Стояли последние дни осени. После октябрьских ливней, ноябрьских снегопадов немного потеплело, выглянуло солнце. Но по утрам лужи затягивал ледок. С моря всегда тянуло сырым ветром. Андрей никак не мог привыкнуть к Балтике. Разве это море? Вода какая-то жирная, грязь плавает зловонными шлейфами в целую версту, вечная дымка, туман, даже солнце не желает заигрывать с этой мрачной стихией. То ли дело Черное…
Но к морю тянуло. Сегодня его спутник — моряк, лейтенант. Андрей познакомился с ним недавно. Вот ведь встречаются такие люди — красивыми их не назовешь, симпатичные? Это слово к ним тоже не подходит, а глаз не оторвешь.
Лейтенант пристально смотрит куда-то вдаль. Там Кронштадт. Ветер шевелит белокурые волосы, выбивающиеся из-под щегольской фуражки на широкий лоб. Большие серые глаза то вспыхивают от какой-то мелькнувшей мысли, то обращаются в щелочки, и тогда на юношески розовых щеках играют желваки. В этом человеке угадывается огромная энергия. Он чем-то напоминал и Рождественского, бравшего Андрея на миноносец, и Ашенбреннера, пехотного офицера, с которым встречался еще весной в Одессе. Ах да, Михаил Ашенбреннер, ведь он тогда собирался уходить из армии, двинуться в народ. Андрей отсоветовал, они даже поспорили.
— В вашем чине в полку вы принесете больше пользы делу…
Понял ли он, о чем думал Желябов?
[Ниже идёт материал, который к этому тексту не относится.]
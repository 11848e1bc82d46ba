import type { Position } from '@riseback/network';
import { pieces } from '../../shared/geometry';
import { GRID } from '@riseback/figures';

/** What lies on the sheet, or is to be put on it. */
export interface Shape {
  readonly nodes: readonly Position[];
  readonly lines: readonly (readonly Position[])[];
}

/** Symbols stay four grid steps apart, so that their labels have room. */
const APART = 3;
const STRIDE = 2;
const FARTHEST_RING = 40;
const CELLS_A_ROW = 2 ** 22;

/**
 * The smallest shift, in grid steps outwards from a first wish, at which nothing of a shape meets anything that is there: no symbol
 * another symbol, no pipe a symbol, no pipe a pipe. Where there is no such place nearby the shape goes below everything.
 */
export function clearOffset(there: Shape, put: Shape, wish: Position): Position {
  const taken = new TakenCells(there);
  const cells = put.nodes.map(cellOf);
  const runs = put.lines.flatMap((line) => [...cellsAlong(line)]);
  const start = { column: Math.round(wish.x / GRID), row: Math.round(wish.y / GRID) };
  for (let ring = 0; ring <= FARTHEST_RING; ring++) {
    for (const [column, row] of around(ring)) {
      const by = { column: start.column + column * STRIDE, row: start.row + row * STRIDE };
      if (taken.leavesRoomFor(cells, runs, by)) return { x: by.column * GRID, y: by.row * GRID };
    }
  }
  return below(there, put, wish);
}

/** Everything that a shape has, for its bounds. */
function pointsOf({ nodes, lines }: Shape): Position[] {
  return [...nodes, ...lines.flat()];
}

function below(there: Shape, put: Shape, wish: Position): Position {
  const lowest = pointsOf(there).reduce((low, { y }) => Math.max(low, y), -Infinity);
  const highest = pointsOf(put).reduce((high, { y }) => Math.min(high, y), Infinity);
  const y = Math.ceil((lowest - highest) / GRID + 2 * APART) * GRID;
  return { x: Math.round(wish.x / GRID) * GRID, y };
}

/** Shifts of one ring: right and down first. */
function around(ring: number): [number, number][] {
  if (ring === 0) return [[0, 0]];
  const found: [number, number][] = [];
  for (let step = 0; step <= ring; step++) {
    for (const side of step === 0 ? [0] : [step, -step]) {
      found.push([ring, side], [side, ring], [-ring, side], [side, -ring]);
    }
  }
  return found;
}

interface Cell {
  readonly column: number;
  readonly row: number;
}

class TakenCells {
  private readonly nearNodes = new Set<number>();
  private readonly lines = new Set<number>();
  private readonly symbols = new Set<number>();

  constructor({ nodes, lines }: Shape) {
    for (const { column, row } of nodes.map(cellOf)) {
      for (let c = column - APART; c <= column + APART; c++) {
        for (let r = row - APART; r <= row + APART; r++) this.nearNodes.add(key(c, r));
      }
      for (let c = column - 1; c <= column + 1; c++) {
        for (let r = row - 1; r <= row + 1; r++) this.symbols.add(key(c, r));
      }
    }
    for (const line of lines) for (const { column, row } of cellsAlong(line)) this.lines.add(key(column, row));
  }

  leavesRoomFor(nodes: readonly Cell[], runs: readonly Cell[], by: Cell): boolean {
    for (const { column, row } of nodes) {
      const cell = key(column + by.column, row + by.row);
      if (this.nearNodes.has(cell) || this.lines.has(cell)) return false;
    }
    for (const { column, row } of runs) {
      const cell = key(column + by.column, row + by.row);
      if (this.lines.has(cell) || this.symbols.has(cell)) return false;
    }
    return true;
  }
}

function* cellsAlong(line: readonly Position[]): Generator<Cell> {
  for (const [a, b] of pieces(line)) {
    const [from, to] = [cellOf(a), cellOf(b)];
    const steps = Math.max(Math.abs(to.column - from.column), Math.abs(to.row - from.row));
    for (let i = 0; i <= steps; i++) {
      const share = steps === 0 ? 0 : i / steps;
      yield {
        column: Math.round(from.column + (to.column - from.column) * share),
        row: Math.round(from.row + (to.row - from.row) * share),
      };
    }
  }
}

function cellOf({ x, y }: Position): Cell {
  return { column: Math.round(x / GRID), row: Math.round(y / GRID) };
}

function key(column: number, row: number): number {
  return column * CELLS_A_ROW + row;
}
Наверное, понял. Революционерам необходимо опереться на армию! Собственно, сегодняшняя «бездумная» поездка за город тоже имеет определенную цель.
— Идемте, Суханов, здесь слишком ветрено. — Желябов двинулся в глубь леса.
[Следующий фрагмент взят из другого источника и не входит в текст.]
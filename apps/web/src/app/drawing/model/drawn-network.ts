import {
  inOrder,
  type NetworkDocument,
  type NetworkNode,
  type NodeKind,
  type PipeRun,
  type Position,
} from '@riseback/network';
import { type Axis, pointAt, rightAngled } from '../../shared/geometry';

/** A node with its place on the sheet. */
export interface DrawnNode {
  readonly id: string;
  readonly node: NetworkNode;
  readonly at: Position;
}

/** A pipe as the sheet shows it: its ends, its bends and the elbows between them. */
export interface DrawnPipe {
  readonly id: string;
  readonly pipe: PipeRun;
  readonly points: readonly Position[];
  /** Half-way along, where the pipe is pointed at and focused. */
  readonly at: Position;
}

export interface DrawnNetwork {
  readonly nodes: ReadonlyMap<string, DrawnNode>;
  readonly pipes: ReadonlyMap<string, DrawnPipe>;
  /** Pipe ids by the node they leave and enter, in the file's order. */
  readonly leaving: ReadonlyMap<string, readonly string[]>;
  readonly entering: ReadonlyMap<string, readonly string[]>;
}

export const EMPTY_DRAWING: DrawnNetwork = {
  nodes: new Map(),
  pipes: new Map(),
  leaving: new Map(),
  entering: new Map(),
};

/** What is being dragged or moved by keys, before it is set down. */
export interface Displaced {
  readonly nodes: ReadonlyMap<string, Position>;
  readonly bends: ReadonlyMap<string, readonly Position[]>;
}
export const NOTHING_DISPLACED: Displaced = { nodes: new Map(), bends: new Map() };

/** The network as it lies on the sheet, with what is being moved already in its new place. */
export function drawnNetwork(document: NetworkDocument, displaced: Displaced = NOTHING_DISPLACED): DrawnNetwork {
  const nodes = new Map<string, DrawnNode>();
  for (const [id, { value }] of inOrder(document.nodes)) {
    nodes.set(id, { id, node: value, at: displaced.nodes.get(id) ?? value.position ?? { x: 0, y: 0 } });
  }
  const pipes = new Map<string, DrawnPipe>();
  const leaving = new Map<string, string[]>();
  const entering = new Map<string, string[]>();
  for (const [id, { value }] of inOrder(document.pipes)) {
    const from = nodes.get(value.from);
    const to = nodes.get(value.to);
    if (from === undefined || to === undefined) continue;
    const bends = displaced.bends.get(id) ?? value.bends ?? [];
    const points = rightAngled([from.at, ...bends, to.at], leavingAxis(from.node.kind));
    const { x, y } = pointAt(points, 0.5);
    pipes.set(id, { id, pipe: value, points, at: { x, y } });
    push(leaving, value.from, id);
    push(entering, value.to, id);
  }
  return { nodes, pipes, leaving, entering };
}

/** The bends a pipe shows, its elbows included: what moving a bend starts from. */
export function shownBends({ points }: DrawnPipe): Position[] {
  return points.slice(1, -1);
}

/** Traps and vessels drain downwards or upwards; headers run level. */
export function leavingAxis(kind: NodeKind): Axis {
  return kind === 'junction' || kind === 'receiver' ? 'level' : 'upright';
}

function push(lists: Map<string, string[]>, key: string, value: string): void {
  const list = lists.get(key);
  if (list === undefined) lists.set(key, [value]);
  else list.push(value);
}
Суханов пошел за ним. Он недавно сумел перевестись с Дальнего Востока в Петербург, где жила его сестра. Служба на Востоке принесла много неприятностей. В Сибирской флотилии Суханов служил ревизором на паровой шхуне. Он и раньше слышал о казнокрадстве в армии и на флоте, но столкнулся с ним воочию только здесь. Командиры судов крали сами при помощи русских консулов в Китае и совместно с поставщиками угля и продовольствия. Действительные и справочные цены на уголь разнились, эту разницу командиры судов клали в карман, консулы заверяли «подлинность» счетов.
Суханов ринулся в бой против казнокрадов. Их судили, осудили — и «высочайше простили». Суханова же стали бойкотировать на кораблях, списали в береговую службу и отделались от него, сплавив в Петербург. Желябов свернул на едва заметную дорожку, прошел несколько шагов и оглянулся.
— Николай Евгеньевич, я очень благодарен вам за чудесную прогулку. Признаться, не часто удается выбраться к морю. Лес я не люблю, вырос в степях. Но в лесу лучше разговаривать о делах. Надеюсь, вы пригласили меня не только для того, чтобы любоваться природой.
— Да, да, я давно собираюсь сказать вам, что группа морских офицеров сочувственно относится к той борьбе, которую вы начали. И я уверен, что многие готовы принять в ней деятельное участие, но не знают, как и где применить свои силы. Помогите им.